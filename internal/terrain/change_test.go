package terrain

import (
	"context"
	"crypto/sha256"
	"encoding/hex"
	"errors"
	"os"
	"path/filepath"
	"strings"
	"testing"
	"time"

	"ridgehop/profile"
)

// What becomes of a file after it was loaded is an error that names the raster
// and not where it lies, for the paths that need it; the others go on.
func TestFileChangedAfterLoading(t *testing.T) {
	later := time.Now().Add(time.Hour)
	cases := []struct {
		name   string
		change func(t *testing.T, path string)
		want   string
	}{
		{"deleted", func(t *testing.T, path string) { must(t, os.Remove(path)) }, "no such file"},
		{"overwritten", func(t *testing.T, path string) {
			square(20, 10, constant(9)).write(t, filepath.Dir(path), filepath.Base(path))
			must(t, os.Chtimes(path, later, later))
		}, "has changed since it was loaded"},
		{"touched", func(t *testing.T, path string) { must(t, os.Chtimes(path, later, later)) }, "has changed since it was loaded"},
		{"replaced by a folder", func(t *testing.T, path string) {
			must(t, os.Remove(path))
			must(t, os.Mkdir(path, 0o755))
		}, "not a regular file"},
		{"emptied", func(t *testing.T, path string) { must(t, os.WriteFile(path, nil, 0o644)) }, "empty"},
		{"cut short", func(t *testing.T, path string) { must(t, os.Truncate(path, 200)) }, ""},
	}
	for _, c := range cases {
		t.Run(c.name, func(t *testing.T) {
			folder := t.TempDir()
			square(20, 10, constant(1)).write(t, folder, "changed.asc")
			square(20, 10, constant(2)).write(t, folder, "steady.asc")
			terrain := loaded(t, folder)
			at := metresFrom(t, terrain)
			path := pathOf(t, at(-50, 0), at(50, 0))
			c.change(t, filepath.Join(folder, "changed.asc"))
			for range 2 {
				err := terrain.Sample(context.Background(), path, profile.Sampling{}, &profile.Profile{})
				unreadable, ok := errors.AsType[*profile.UnreadableError](err)
				if !ok || unreadable.Raster != "changed.asc" || !strings.Contains(err.Error(), c.want) {
					t.Fatalf("got %v, want changed.asc unreadable with %q", err, c.want)
				}
				if strings.Contains(err.Error(), folder) {
					t.Errorf("got %q, want the folder's place left out", err)
				}
			}
			if got := spot(t, terrain, at(0, 0), "steady.asc"); got != 2 {
				t.Errorf("the other raster: got %g, want 2", got)
			}
		})
	}
}

// Pixels in memory outlive the file, with the version that they were read from.
func TestCachedHeightsOutliveTheFile(t *testing.T) {
	folder := t.TempDir()
	square(20, 10, constant(1)).write(t, folder, "a.asc")
	terrain := loaded(t, folder)
	at := metresFrom(t, terrain)
	path := pathOf(t, at(-50, 0), at(50, 0))
	before := sampled(t, terrain, path, profile.Sampling{})
	must(t, os.Remove(filepath.Join(folder, "a.asc")))
	after := sampled(t, terrain, path, profile.Sampling{})
	if after.GroundM[0] != 1 || after.Sources[0] != before.Sources[0] {
		t.Errorf("got %g of %+v, want 1 of %+v", after.GroundM[0], after.Sources, before.Sources)
	}
}

// A version is never that of other bytes than the heights': a file that changed
// between its pixels and its version, or went, is unreadable.
func TestVersionOfAChangedFile(t *testing.T) {
	for name, change := range map[string]func(path string) error{
		"overwritten": func(path string) error { return os.WriteFile(path, []byte("something else"), 0o644) },
		"deleted":     os.Remove,
	} {
		t.Run(name, func(t *testing.T) {
			folder := t.TempDir()
			square(20, 10, constant(1)).write(t, folder, "a.asc")
			terrain := loaded(t, folder)
			// The pixels come into memory without a profile being finished.
			_, err := terrain.chunks.at(context.Background(), terrain.byName["a.asc"], 0, 0)
			must(t, err)
			must(t, change(filepath.Join(folder, "a.asc")))
			at := metresFrom(t, terrain)
			err = terrain.Sample(context.Background(), pathOf(t, at(-50, 0), at(50, 0)), profile.Sampling{}, &profile.Profile{})
			unreadable, ok := errors.AsType[*profile.UnreadableError](err)
			if !ok || unreadable.Raster != "a.asc" || strings.Contains(err.Error(), folder) {
				t.Errorf("got %v, want a.asc unreadable, without its folder", err)
			}
			r := listed(t, terrain)[0]
			if r.Problem == "" || r.Version != "" {
				t.Errorf("listed: got version %q, problem %q, want a problem alone", r.Version, r.Problem)
			}
		})
	}
}

// A file that was away for a while is listed as such, and is as good as before
// once it is back.
func TestFileThatComesBack(t *testing.T) {
	folder := t.TempDir()
	square(20, 10, constant(1)).write(t, folder, "a.asc")
	terrain := loaded(t, folder)
	path := filepath.Join(folder, "a.asc")
	must(t, os.Rename(path, path+".away"))
	if r := listed(t, terrain)[0]; r.Problem == "" || r.Version != "" {
		t.Errorf("away: got version %q, problem %q, want a problem alone", r.Version, r.Problem)
	}
	must(t, os.Rename(path+".away", path))
	if r := listed(t, terrain)[0]; r.Problem != "" || r.Version == "" {
		t.Errorf("back: got version %q, problem %q, want a version alone", r.Version, r.Problem)
	}
	if got := spot(t, terrain, metresFrom(t, terrain)(0, 0)); got != 1 {
		t.Errorf("back: got %g, want 1", got)
	}
}

// A version is the hash of the content, wherever it lies and whenever it was
// written; an edit of one byte, or of the .prj that places a grid, changes it.
func TestVersions(t *testing.T) {
	version := func(name string, change func(folder string)) string {
		folder := t.TempDir()
		g := square(20, 10, constant(1))
		g.write(t, folder, name)
		if change != nil {
			change(folder)
		}
		return listed(t, loaded(t, folder))[0].Version
	}
	plain := version("a.asc", nil)
	if len(plain) != versionDigits {
		t.Errorf("got %q, want %d digits", plain, versionDigits)
	}
	if got := version("b.asc", func(folder string) {
		old := time.Date(2001, 2, 3, 4, 5, 6, 0, time.UTC)
		must(t, os.Chtimes(filepath.Join(folder, "b.asc"), old, old))
	}); got != plain {
		t.Errorf("same bytes under another name and date: got %s, want %s", got, plain)
	}
	if got := version("a.asc", func(folder string) {
		path := filepath.Join(folder, "a.asc")
		content, err := os.ReadFile(path)
		must(t, err)
		content[len(content)-3] = '2'
		must(t, os.WriteFile(path, content, 0o644))
	}); got == plain {
		t.Errorf("another height: got the same version %s", got)
	}
	if got := version("a.asc", func(folder string) {
		must(t, os.WriteFile(filepath.Join(folder, "a.prj"), definition(t, "32601"), 0o644))
	}); got == plain {
		t.Errorf("another .prj: got the same version %s", got)
	}
}

// The version of a file that stands alone is the head of its SHA-256.
func TestVersionIsTheContentsHash(t *testing.T) {
	folder := t.TempDir()
	writeHGT(t, folder, "N50W003.hgt", hgtSide, constant(5))
	content, err := os.ReadFile(filepath.Join(folder, "N50W003.hgt"))
	must(t, err)
	sum := sha256.Sum256(content)
	want := hex.EncodeToString(sum[:])[:versionDigits]
	terrain := loaded(t, folder)
	if got := listed(t, terrain)[0].Version; got != want {
		t.Errorf("listed: got %s, want %s", got, want)
	}
	a := listed(t, terrain)[0].Bound.Center()
	p := sampled(t, terrain, pathOf(t, a, [2]float64{a[0] + 0.01, a[1]}), profile.Sampling{})
	if got := p.Sources[0].Version; got != want {
		t.Errorf("source: got %s, want %s", got, want)
	}
}

func TestRastersStopsWithItsContext(t *testing.T) {
	folder := t.TempDir()
	square(20, 10, constant(1)).write(t, folder, "a.asc")
	terrain := loaded(t, folder)
	ctx, cancel := context.WithCancel(context.Background())
	cancel()
	if _, err := terrain.Rasters(ctx); !errors.Is(err, context.Canceled) {
		t.Errorf("got %v, want context.Canceled", err)
	}
}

### WHAT YOU HAVE TO DO
Precisely the lines between those holding "if got := spot(t, terrain, metresFrom(t, terrain)(0, 0));" and "if got := p.Sources[0].Version;", inclusive, are to be reproduced from the listing above, with nothing added.

### RESPONSE TO THIS TASK
	if got := spot(t, terrain, metresFrom(t, terrain)(0, 0)); got != 1 {
		t.Errorf("back: got %g, want 1", got)
	}
}

// A version is the hash of the content, wherever it lies and whenever it was
// written; an edit of one byte, or of the .prj that places a grid, changes it.
func TestVersions(t *testing.T) {
	version := func(name string, change func(folder string)) string {
		folder := t.TempDir()
		g := square(20, 10, constant(1))
		g.write(t, folder, name)
		if change != nil {
			change(folder)
		}
		return listed(t, loaded(t, folder))[0].Version
	}
	plain := version("a.asc", nil)
	if len(plain) != versionDigits {
		t.Errorf("got %q, want %d digits", plain, versionDigits)
	}
	if got := version("b.asc", func(folder string) {
		old := time.Date(2001, 2, 3, 4, 5, 6, 0, time.UTC)
		must(t, os.Chtimes(filepath.Join(folder, "b.asc"), old, old))
	}); got != plain {
		t.Errorf("same bytes under another name and date: got %s, want %s", got, plain)
	}
	if got := version("a.asc", func(folder string) {
		path := filepath.Join(folder, "a.asc")
		content, err := os.ReadFile(path)
		must(t, err)
		content[len(content)-3] = '2'
		must(t, os.WriteFile(path, content, 0o644))
	}); got == plain {
		t.Errorf("another height: got the same version %s", got)
	}
	if got := version("a.asc", func(folder string) {
		must(t, os.WriteFile(filepath.Join(folder, "a.prj"), definition(t, "32601"), 0o644))
	}); got == plain {
		t.Errorf("another .prj: got the same version %s", got)
	}
}

// The version of a file that stands alone is the head of its SHA-256.
func TestVersionIsTheContentsHash(t *testing.T) {
	folder := t.TempDir()
	writeHGT(t, folder, "N50W003.hgt", hgtSide, constant(5))
	content, err := os.ReadFile(filepath.Join(folder, "N50W003.hgt"))
	must(t, err)
	sum := sha256.Sum256(content)
	want := hex.EncodeToString(sum[:])[:versionDigits]
	terrain := loaded(t, folder)
	if got := listed(t, terrain)[0].Version; got != want {
		t.Errorf("listed: got %s, want %s", got, want)
	}
	a := listed(t, terrain)[0].Bound.Center()
	p := sampled(t, terrain, pathOf(t, a, [2]float64{a[0] + 0.01, a[1]}), profile.Sampling{})
	if got := p.Sources[0].Version; got != want {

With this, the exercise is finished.